:: Input data
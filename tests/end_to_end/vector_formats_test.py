#!/usr/bin/python3
"""Mapped lines and points as folders, archives and virtual layers; nothing that a file names elsewhere is fetched."""
import http.server
import shlex
import subprocess
import threading
import unittest
import zipfile

from osgeo import gdal, ogr

from support import CommandTest, system_of, table

BROOK = "LINESTRING(500021 5399959,500041 5399949)"
GML = """<?xml version="1.0"?><wfs:FeatureCollection xmlns:wfs="http://www.opengis.net/wfs" xmlns:gml="http://www.opengis.net/gml" xmlns:t="http://t/"
 xmlns:xsi="http://www.w3.org/2001/XMLSchema-instance"
 xsi:schemaLocation="http://t/ {server}/?SERVICE=WFS&amp;VERSION=1.0.0&amp;REQUEST=DescribeFeatureType&amp;TYPENAME=t:a">
 <gml:featureMember><t:a fid="a.1"><t:shape><gml:LineString srsName="EPSG:25832"><gml:coordinates>500021,5399959 500041,5399949</gml:coordinates>
 </gml:LineString></t:shape></t:a></gml:featureMember></wfs:FeatureCollection>"""


class Listener:
    """A server on this machine that counts what is asked of it."""

    def __init__(self, test):
        asked = self.asked = []

        class Handler(http.server.BaseHTTPRequestHandler):
            def do_GET(self):
                asked.append(self.path)
                self.send_error(404)

            do_HEAD = do_POST = do_GET

            def log_message(self, *_):
                pass

        server = http.server.ThreadingHTTPServer(("127.0.0.1", 0), Handler)
        threading.Thread(target=server.serve_forever, daemon=True).start()
        test.addCleanup(server.server_close)
        test.addCleanup(server.shutdown)
        self.address = "http://127.0.0.1:%d" % server.server_port


class VectorFormats(CommandTest):
    def setUp(self):
        super().setUp()
        self.small_study()

    def brook(self, driver, name):
        file = ogr.GetDriverByName(driver).CreateDataSource(str(self.folder / name))
        layer = file.CreateLayer("brook", system_of(25832), ogr.wkbLineString)
        feature = ogr.Feature(layer.GetLayerDefn())
        feature.SetGeometry(ogr.CreateGeometryFromWkt(BROOK))
        layer.CreateFeature(feature)
        del feature, layer, file

    def study(self, name, more=""):
        (self.folder / "study.toml").write_text(
            f'[terrain]\nelevation = "dem.tif"\nchannels = "{name}"\n[surface]\ncover = "cover.tif"\nbook = "book.csv"\n'
            f'[rain]\ntwo_year_24_hour = "90 mm"\n{more}')
        return "study.toml"

    def test_a_file_geodatabase_an_archive_and_a_virtual_layer_give_one_result(self):
        self.brook("GPKG", "brook.gpkg")
        self.brook("OpenFileGDB", "brook.gdb")
        self.brook("ESRI Shapefile", "brook.shp")
        with zipfile.ZipFile(self.folder / "brook.zip", "w") as archive:
            for path in self.folder.glob("brook.[sdp]??"):
                if path.is_file():
                    archive.write(path, "of the town/" + path.name)
        (self.folder / "brook.vrt").write_text('<OGRVRTDataSource><OGRVRTLayer name="brook"><SrcDataSource relativeToVRT="1">brook.gdb</SrcDataSource>'
                                               "</OGRVRTLayer></OGRVRTDataSource>")
        azimuths = set()
        for name in ("brook.gpkg", "brook.gdb", "brook.zip", "brook.vrt"):
            self.done("run", self.study(name), "--replace")
            azimuths.add(gdal.Open(str(self.folder / "result/rasters/flow_azimuth.tif")).ReadAsArray().tobytes())
            (used,) = [file for file in self.result()["inputs"] if file["file"] == name]
            self.assertEqual(len(used["sha256"]), 64)
            self.assertIn("terrain-edited", [row["notice"] for row in table(self.folder / "result/tables/review.csv")])
        self.assertEqual(len(azimuths), 1)

    def test_the_command_that_states_a_reference_system_makes_a_table_of_points_usable(self):
        (self.folder / "inlets.csv").write_text("name,easting,northing\nMill,500040,5399940\n")
        words = self.small_study()
        sentence = self.refused(1, "run", *words, "--points", "inlets.csv", says=("inlets.csv has no reference system",))
        command = sentence[sentence.index("ogr2ogr"):].rstrip(".").replace("nnnnn", "25832")
        subprocess.run(shlex.split(command), cwd=self.folder, check=True)
        self.done("run", *words, "--points", "inlets-placed.gpkg")
        (row,) = table(self.folder / "result/tables/outlets.csv")
        self.assertEqual(row["name"], "Mill")

    def test_nothing_that_a_file_names_elsewhere_is_fetched(self):
        listener = Listener(self)
        self.brook("GPKG", "brook.gpkg")
        (self.folder / "brook.gml").write_text(GML.format(server=listener.address))
        source = '<SrcDataSource relativeToVRT="1">%s</SrcDataSource>'
        layers = {
            "of gml.vrt": source % "brook.gml",
            "system.vrt": source % "brook.gpkg" + f"<LayerSRS>{listener.address}/system</LayerSRS>",
            "away.vrt": f"<SrcDataSource>/vsicurl/{listener.address}/brook.gpkg</SrcDataSource>",
            "service.vrt": source % "service.xml"}
        for name, content in layers.items():
            (self.folder / name).write_text(f'<OGRVRTDataSource><OGRVRTLayer name="brook">{content}</OGRVRTLayer></OGRVRTDataSource>')
        (self.folder / "service.xml").write_text(f"<OGRWFSDataSource><URL>{listener.address}/</URL></OGRWFSDataSource>")
        for name in ("brook.gml", *layers, "service.xml", listener.address + "/brook.gpkg", f"WFS:{listener.address}/"):
            run = self.rillclock("check", self.study(name))
            self.assertIn(run.returncode, (0, 1), run.stderr)
            if name == "brook.gml":
                self.assertEqual([path.name for path in self.folder.glob("*.gfs")], [])
        self.assertEqual(listener.asked, [])


if __name__ == "__main__":
    unittest.main()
::::
# Required action
What lines above mention "featureMember"? Copy each one.

# Exercise answer
 <gml:featureMember><t:a fid="a.1"><t:shape><gml:LineString srsName="EPSG:25832"><gml:coordinates>500021,5399959 500041,5399949</gml:coordinates>
 </gml:LineString></t:shape></t:a></gml:featureMember></wfs:FeatureCollection>"""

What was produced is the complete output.